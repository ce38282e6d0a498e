package family

import (
	"errors"
	"math"
	"testing"
)

func TestBetaQuantiles(t *testing.T) {
	for _, c := range []struct{ a, b, p, want, relative float64 }{
		{0.5, 40.5, 0.95, 0.0466, 2e-3},
		{1, 41, 0.95, -math.Expm1(math.Log(0.05) / 41), 1e-12},
		{1, 41, 0.95, 0.0705, 1e-3},
		{1.0 / 3, 40 + 1.0/3, 0.95, 0.0362, 2e-3},
		{8.5, 254.5, 0.5, 0.03114, 2e-4},
	} {
		near(t, "Beta quantile", Beta{c.a, c.b}.Quantile(c.p), c.want, c.relative)
	}
	d := Beta{8.5, 254.5}
	near(t, "5 %", d.Quantile(0.05), 0.01665, 4e-4)
	near(t, "95 %", d.Quantile(0.95), 0.05202, 2e-4)
}

func TestBetaMirror(t *testing.T) {
	for _, a := range []float64{1e-3, 0.5, 3, 200, 1e5} {
		for _, b := range []float64{1e-3, 0.5, 7, 1e4} {
			for _, p := range []float64{1e-9, 0.2, 0.75, 0.999} {
				v := Beta{a, b}.LogitQuantile(p)
				lower, upper := logBetaTails(a, b, v)
				near(t, "I at its quantile", math.Exp(lower), p, 1e-8)
				mirroredLower, mirroredUpper := logBetaTails(b, a, -v)
				near(t, "mirror", mirroredUpper, lower, 1e-6)
				near(t, "mirror", mirroredLower, upper, 1e-6)
			}
		}
	}
}

func TestBetaParameters(t *testing.T) {
	if _, err := NewBeta(0, 0); !errors.Is(err, ErrImproper) {
		t.Error("Beta(0, 0):", err)
	}
	if _, err := NewBeta(math.NaN(), 1); !errors.Is(err, ErrInvalid) {
		t.Error("Beta(NaN, 1):", err)
	}
}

**What needs to be done**: Search the entries above for "near". Show every line that has it.

**Finished task**:
		near(t, "Beta quantile", Beta{c.a, c.b}.Quantile(c.p), c.want, c.relative)
	near(t, "5 %", d.Quantile(0.05), 0.01665, 4e-4)
	near(t, "95 %", d.Quantile(0.95), 0.05202, 2e-4)
				near(t, "I at its quantile", math.Exp(lower), p, 1e-8)
				near(t, "mirror", mirroredUpper, lower, 1e-6)
				near(t, "mirror", mirroredLower, upper, 1e-6)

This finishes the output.